> _What you have to do_: Wherever the string "mixedIndicatorStock" turns up in the data, copy the whole line.

▶

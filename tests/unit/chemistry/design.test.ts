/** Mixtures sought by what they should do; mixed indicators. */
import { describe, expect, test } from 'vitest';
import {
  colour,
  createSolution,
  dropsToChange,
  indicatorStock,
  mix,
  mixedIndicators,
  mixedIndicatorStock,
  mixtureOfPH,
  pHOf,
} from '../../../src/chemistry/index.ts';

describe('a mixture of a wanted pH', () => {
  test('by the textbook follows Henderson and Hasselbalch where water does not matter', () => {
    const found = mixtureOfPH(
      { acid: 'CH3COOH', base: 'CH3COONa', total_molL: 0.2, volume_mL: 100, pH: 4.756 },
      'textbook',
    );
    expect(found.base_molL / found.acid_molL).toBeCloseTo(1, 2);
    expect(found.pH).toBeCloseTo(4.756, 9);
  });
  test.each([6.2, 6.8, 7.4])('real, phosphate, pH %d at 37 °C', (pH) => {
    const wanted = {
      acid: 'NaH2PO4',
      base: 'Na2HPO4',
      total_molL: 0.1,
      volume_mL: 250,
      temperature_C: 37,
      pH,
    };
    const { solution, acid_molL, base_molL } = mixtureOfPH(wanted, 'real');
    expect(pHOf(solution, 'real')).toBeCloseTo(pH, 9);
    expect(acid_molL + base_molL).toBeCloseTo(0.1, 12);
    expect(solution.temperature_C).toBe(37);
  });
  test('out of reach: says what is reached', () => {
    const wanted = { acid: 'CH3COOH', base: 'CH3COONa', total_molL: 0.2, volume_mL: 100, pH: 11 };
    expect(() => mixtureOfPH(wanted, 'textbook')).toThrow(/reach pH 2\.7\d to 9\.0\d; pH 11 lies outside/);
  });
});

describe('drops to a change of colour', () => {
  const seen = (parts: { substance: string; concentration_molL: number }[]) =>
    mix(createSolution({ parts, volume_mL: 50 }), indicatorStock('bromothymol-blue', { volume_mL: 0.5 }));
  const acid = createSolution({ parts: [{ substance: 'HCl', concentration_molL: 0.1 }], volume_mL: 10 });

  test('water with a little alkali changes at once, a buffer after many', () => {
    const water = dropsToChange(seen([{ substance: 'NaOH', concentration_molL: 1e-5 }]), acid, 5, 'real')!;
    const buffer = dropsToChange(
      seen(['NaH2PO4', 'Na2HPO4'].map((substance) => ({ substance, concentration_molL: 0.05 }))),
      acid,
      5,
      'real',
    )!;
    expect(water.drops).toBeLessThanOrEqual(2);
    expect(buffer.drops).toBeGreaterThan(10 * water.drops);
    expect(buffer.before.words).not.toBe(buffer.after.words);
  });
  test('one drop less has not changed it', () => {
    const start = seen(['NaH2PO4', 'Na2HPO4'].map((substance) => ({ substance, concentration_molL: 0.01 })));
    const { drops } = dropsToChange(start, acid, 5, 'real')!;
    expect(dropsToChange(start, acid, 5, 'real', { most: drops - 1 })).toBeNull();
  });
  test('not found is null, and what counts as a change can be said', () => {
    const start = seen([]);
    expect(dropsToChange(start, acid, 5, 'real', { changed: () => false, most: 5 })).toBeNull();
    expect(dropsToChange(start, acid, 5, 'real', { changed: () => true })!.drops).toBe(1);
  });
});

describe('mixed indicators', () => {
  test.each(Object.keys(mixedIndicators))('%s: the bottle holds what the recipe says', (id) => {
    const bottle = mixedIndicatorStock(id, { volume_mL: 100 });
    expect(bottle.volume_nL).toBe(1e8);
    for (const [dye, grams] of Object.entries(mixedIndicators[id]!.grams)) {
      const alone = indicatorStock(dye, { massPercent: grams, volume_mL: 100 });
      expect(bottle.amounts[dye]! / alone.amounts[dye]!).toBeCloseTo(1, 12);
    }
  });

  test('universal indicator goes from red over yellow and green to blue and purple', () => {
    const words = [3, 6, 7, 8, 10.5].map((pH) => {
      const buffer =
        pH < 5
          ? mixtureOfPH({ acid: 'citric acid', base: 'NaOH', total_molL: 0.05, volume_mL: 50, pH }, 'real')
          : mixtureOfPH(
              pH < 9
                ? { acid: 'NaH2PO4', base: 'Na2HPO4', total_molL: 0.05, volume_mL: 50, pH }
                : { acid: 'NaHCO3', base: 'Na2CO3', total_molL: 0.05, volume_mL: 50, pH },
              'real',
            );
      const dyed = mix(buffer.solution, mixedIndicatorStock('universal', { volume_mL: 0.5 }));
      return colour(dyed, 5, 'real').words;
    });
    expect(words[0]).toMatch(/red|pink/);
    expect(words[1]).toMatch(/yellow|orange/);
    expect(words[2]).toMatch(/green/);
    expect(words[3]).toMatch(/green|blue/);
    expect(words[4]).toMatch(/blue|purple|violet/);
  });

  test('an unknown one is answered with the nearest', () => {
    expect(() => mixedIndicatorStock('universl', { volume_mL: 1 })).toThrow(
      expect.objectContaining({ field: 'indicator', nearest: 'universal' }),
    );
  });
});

◀
▶

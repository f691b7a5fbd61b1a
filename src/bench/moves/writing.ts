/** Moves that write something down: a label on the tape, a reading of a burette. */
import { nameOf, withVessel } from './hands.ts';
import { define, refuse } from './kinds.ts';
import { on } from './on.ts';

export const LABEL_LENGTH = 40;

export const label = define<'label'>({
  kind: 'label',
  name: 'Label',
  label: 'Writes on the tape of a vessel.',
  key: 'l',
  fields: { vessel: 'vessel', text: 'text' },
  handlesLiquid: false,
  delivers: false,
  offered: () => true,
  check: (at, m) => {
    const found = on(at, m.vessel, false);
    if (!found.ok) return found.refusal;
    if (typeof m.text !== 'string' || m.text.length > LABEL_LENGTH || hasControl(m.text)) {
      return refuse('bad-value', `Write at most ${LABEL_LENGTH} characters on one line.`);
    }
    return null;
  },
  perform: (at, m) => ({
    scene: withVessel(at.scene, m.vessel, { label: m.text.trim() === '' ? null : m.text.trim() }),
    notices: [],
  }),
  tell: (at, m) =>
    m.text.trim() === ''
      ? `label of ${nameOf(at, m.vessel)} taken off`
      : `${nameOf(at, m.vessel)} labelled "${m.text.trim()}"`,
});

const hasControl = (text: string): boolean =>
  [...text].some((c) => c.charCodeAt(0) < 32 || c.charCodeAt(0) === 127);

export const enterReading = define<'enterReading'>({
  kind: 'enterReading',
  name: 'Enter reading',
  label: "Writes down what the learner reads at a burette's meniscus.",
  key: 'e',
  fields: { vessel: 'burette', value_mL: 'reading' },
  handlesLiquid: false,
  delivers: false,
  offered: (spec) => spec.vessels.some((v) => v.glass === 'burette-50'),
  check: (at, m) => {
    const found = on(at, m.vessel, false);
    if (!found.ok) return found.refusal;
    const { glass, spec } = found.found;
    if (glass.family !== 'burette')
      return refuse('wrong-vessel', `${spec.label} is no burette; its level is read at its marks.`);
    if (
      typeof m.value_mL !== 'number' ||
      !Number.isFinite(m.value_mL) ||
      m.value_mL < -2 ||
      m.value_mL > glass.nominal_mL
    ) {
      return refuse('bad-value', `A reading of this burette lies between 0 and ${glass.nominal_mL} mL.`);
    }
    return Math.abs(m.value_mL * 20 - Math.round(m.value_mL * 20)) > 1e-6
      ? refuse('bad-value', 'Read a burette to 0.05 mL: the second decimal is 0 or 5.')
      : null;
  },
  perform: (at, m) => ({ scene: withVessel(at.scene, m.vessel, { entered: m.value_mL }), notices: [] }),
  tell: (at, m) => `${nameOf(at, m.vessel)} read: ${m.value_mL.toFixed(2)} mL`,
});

◀
▶

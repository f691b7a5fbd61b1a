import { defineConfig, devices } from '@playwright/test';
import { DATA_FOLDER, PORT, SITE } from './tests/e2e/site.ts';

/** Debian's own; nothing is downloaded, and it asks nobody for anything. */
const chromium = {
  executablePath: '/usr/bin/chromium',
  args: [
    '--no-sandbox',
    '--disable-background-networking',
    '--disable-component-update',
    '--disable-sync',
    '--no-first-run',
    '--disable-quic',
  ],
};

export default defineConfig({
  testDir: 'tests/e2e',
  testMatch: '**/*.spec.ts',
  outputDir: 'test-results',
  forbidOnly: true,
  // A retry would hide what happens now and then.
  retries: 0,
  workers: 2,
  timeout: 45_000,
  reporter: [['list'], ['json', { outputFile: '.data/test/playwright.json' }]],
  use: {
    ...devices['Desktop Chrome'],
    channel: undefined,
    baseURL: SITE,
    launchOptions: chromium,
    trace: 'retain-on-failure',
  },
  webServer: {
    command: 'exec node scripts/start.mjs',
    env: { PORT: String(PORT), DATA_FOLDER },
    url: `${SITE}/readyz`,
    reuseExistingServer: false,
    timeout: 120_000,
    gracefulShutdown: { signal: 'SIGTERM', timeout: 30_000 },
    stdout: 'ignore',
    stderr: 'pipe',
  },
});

◀

> _Result_:
  mixedIndicatorStock,
    const bottle = mixedIndicatorStock(id, { volume_mL: 100 });
      const dyed = mix(buffer.solution, mixedIndicatorStock('universal', { volume_mL: 0.5 }));
    expect(() => mixedIndicatorStock('universl', { volume_mL: 1 })).toThrow(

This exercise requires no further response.